President Barack Obama and I have one thing in common shared by few Americans: we were brought up by at least one parent — biological or step is irrelevant — who was born and raised in an Islamic milieu. Intimately aware of the inevitable effects of this, I must question Obama’s sincerity in his approach to the Islamic world.
While I was born and raised in the U.S., my parents were born and raised in Egypt. Even though they were Christians (Copts), it was only natural that they would adopt an “Islamicate” worldview, that is, a worldview based on Islamic culture and society, though obviously not Islamic dogma. As a result, while I share and appreciate the Western worldview, so too am I intimately acquainted with the Islamic world’s weltanschauung.
This is a worldview typified by cynicism and stoicism: a belief that humanity is intrinsically opportunistic, selfish, and warlike; that might not only makes right, but almost should; that those in the right do not apologize or appease, but rather assert; a survival-of-the-fittest mentality; and, above all, sheer contempt for perceived weakness and equivocation, or, in Islamic parlance, emasculate behavior. Let’s call this a worldview based on “primordial politics.”
Anyone who has spent time in the Islamic world or held sincere conversations with people from there — Muslim or Christian makes no difference — will know this to be true. In short, the worldview of the average person from the Islamic world is the antithesis of the postmodern, “therapeutic” worldview of the liberal West, where “feelings,” “mutual respect,” “toleration,” and the ability to “express oneself” are paramount. This is only natural: people bred in harsh environments (e.g., the vast majority of the Islamic world) are not impressed by soft or sublime words.
It bears repeating that these qualities are not so much due to Islam per se; rather, they have an ancient lineage and have permeated almost every major civilization, including the West (e.g., the “neocons”). It is the postmodern, liberal worldview that is aberrant to human history, that is a dot in a long continuum of realpolitik. Living and dying in the height of our era — human lives are so short — it is easy to overlook the evanescence of this epistemology.
Islamic civilization, on the other hand, whose essence is trapped in the medieval era (thanks primarily to the concept of sunna), is by far the staunchest champion of primordial politics.
Here, then, is the problem: If I and countless other second-generationers are intimately (if not instinctually) aware of the aforementioned worldview by simply having parents from the Islamic world, surely Barack Hussein Obama — who, atop that, spent a major chunk of his youth in the Islamic world (Indonesia), being raised by a Muslim stepfather — is also aware of the predominance of this worldview. This is especially the case since almost everyone — friend or foe — makes it a point to say that Obama is a very “insightful” man, “in tune” with the rest of the world.
Thus he of all American leaders should know that the sort of idealistic, “feel-good” talk of mutual respect (i.e., appeasement), such as he often gives, while moving to his constituency, will have little effect on the people of the Islamic world — except, perhaps, to breed more contempt for the American “paper tiger,” Osama bin Laden’s appellation for the U.S. during Clinton’s era. So why does Obama do it? Indeed, why does he do so more than other Western leaders (whose naivety is somewhat justified in that they do not have the insights afforded by his background)?

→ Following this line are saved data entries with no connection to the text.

import 'server-only';
import { db } from '@/lib/db/client';
import { compileOnce } from '@/lib/db/compiled';
import { ConflictError, ForbiddenError, NotFoundError } from '@/lib/http';
import type { Role, UpdateUserInput } from '@/lib/contracts/users';
import type { AcademyUser } from '@/lib/contracts/users';

export type UserForSignIn = {
  id: number;
  academyId: number;
  email: string;
  name: string;
  role: Role;
  active: boolean;
  passwordHash: string;
  sessionVersion: number;
};

type UserRow = {
  id: number;
  academy_id: number;
  email: string;
  name: string;
  role: Role;
  active: number | boolean;
  password_hash?: string;
  session_version?: number;
};

function toAcademyUser(row: UserRow): AcademyUser {
  return { id: Number(row.id), email: row.email, name: row.name, role: row.role, active: Boolean(row.active) };
}

/** Emails are stored lower-case (schema rule); callers pass the normalised address. */
export async function findUserForSignIn(email: string): Promise<UserForSignIn | null> {
  const row: UserRow | undefined = await db('users')
    .select('id', 'academy_id', 'email', 'name', 'role', 'active', 'password_hash', 'session_version')
    .where({ email: email.toLowerCase() })
    .first();
  if (!row) return null;
  return {
    id: Number(row.id),
    academyId: Number(row.academy_id),
    email: row.email,
    name: row.name,
    role: row.role,
    active: Boolean(row.active),
    passwordHash: row.password_hash ?? '',
    sessionVersion: Number(row.session_version ?? 0),
  };
}

export async function listAcademyUsers(academyId: number): Promise<AcademyUser[]> {
  const rows: UserRow[] = await db('users')
    .select('id', 'academy_id', 'email', 'name', 'role', 'active')
    .where({ academy_id: academyId })
    .orderBy([{ column: 'role' }, { column: 'name' }]);
  return rows.map(toAcademyUser);
}

export async function getAcademyUser(academyId: number, userId: number): Promise<AcademyUser> {
  const row: UserRow | undefined = await db('users')
    .select('id', 'academy_id', 'email', 'name', 'role', 'active')
    .where({ academy_id: academyId, id: userId })
    .first();
  if (!row) throw new NotFoundError('No user with this id in your academy.');
  return toAcademyUser(row);
}

export async function createAcademyUser(
  academyId: number,
  input: { email: string; name: string; role: Role; passwordHash: string },
): Promise<AcademyUser> {
  const now = new Date();
  try {
    const [id] = await db('users').insert({
      academy_id: academyId,
      email: input.email.toLowerCase(),
      name: input.name,
      role: input.role,
      password_hash: input.passwordHash,
      active: true,
      created_at: now,
      updated_at: now,
    });
    return getAcademyUser(academyId, Number(id));
  } catch (error) {
    if ((error as { code?: string }).code === 'ER_DUP_ENTRY') {
      throw new ConflictError('An account with this email already exists.');
    }
    throw error;
  }
}

/** Admins change roles and deactivate accounts; they cannot do either to themselves (no self lock-out). */
export async function updateAcademyUser(
  admin: { id: number; academyId: number },
  userId: number,
  patch: UpdateUserInput,
): Promise<AcademyUser> {
  await getAcademyUser(admin.academyId, userId);
  if (userId === admin.id) throw new ForbiddenError('You cannot change your own role or deactivate yourself.');
  const columns: Record<string, unknown> = { updated_at: new Date() };
  if (patch.role !== undefined) columns.role = patch.role;
  if (patch.active !== undefined) columns.active = patch.active;
  // Deactivation ends every session of the account for good: reactivating it later does not revive old tokens.
  if (patch.active === false) columns.session_version = db.raw('session_version + 1');
  await db('users').where({ id: userId, academy_id: admin.academyId }).update(columns);
  return getAcademyUser(admin.academyId, userId);
}

// on every authenticated request's path: compiled once (lib/db/compiled.ts)
const ACTIVE_USER = compileOnce(1, (conn, userId: number) => conn('users').select('role', 'academy_id', 'active', 'session_version').where({ id: userId }).limit(1));

/** Active flag, current role and session version, re-read on each request so a deactivated account loses access at once. */
export async function findActiveUser(userId: number): Promise<{ role: Role; academyId: number; sessionVersion: number } | null> {
  const row = (await ACTIVE_USER.rows(db, userId))[0] as UserRow | undefined;
  if (!row || !row.active) return null;
  return { role: row.role, academyId: Number(row.academy_id), sessionVersion: Number(row.session_version ?? 0) };
}

/** Sign-out: every token issued before now stops working (getViewer compares versions). */
export async function bumpSessionVersion(userId: number): Promise<void> {
  await db('users').where({ id: userId }).update({ session_version: db.raw('session_version + 1') });
}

This reminds one of Islamist tactics. Al-Qaeda, for instance, which is well acquainted with both the Western and Islamic worldviews, has made it a point to speak a “language” that Westerners understand (mutual respect, justice, tolerance, etc.) and another that Muslims understand (jihad, honor, conquest) — both diametrically opposed. The purpose, of course, is to buy the Islamic world time to grow stronger and receive concessions, while lulling the West into thinking that all conflict will end with just a bit more respect and appeasement for Muslims — concepts alien to the Islamic worldview, where respect and appeasement are articulated solely through an Islamic paradigm, i.e., non-Muslims (infidels) get neither.
Obama achieves the same end by doing the opposite: he speaks to Muslims in a language which only Westerners appreciate but which the majority of Muslims scoff at. In both cases — whether the fine platitudes come from Osama or Obama — only Americans are being deceived into thinking peace is a matter of “winning hearts and minds.”
Prior to the election, many hailed Obama’s Muslim roots, his “otherness,” as strategic to endearing the Muslim world to the U.S. In fact, his unique ability to appreciate the Islamic world’s epistemology — his experiences, not his name — was the real bonus. Unfortunately, not only is he not making use of this advantage; he is spearheading the reverse — apologies, concessions, and soft talk — all which will inevitably promote an even more assertive Muslim response. Yet he of all American presidents should — indeed, does — know better.
Raymond Ibrahim is the associate director of the Middle East Forum and the author of The Al Qaeda Reader, translations of religious texts and propaganda.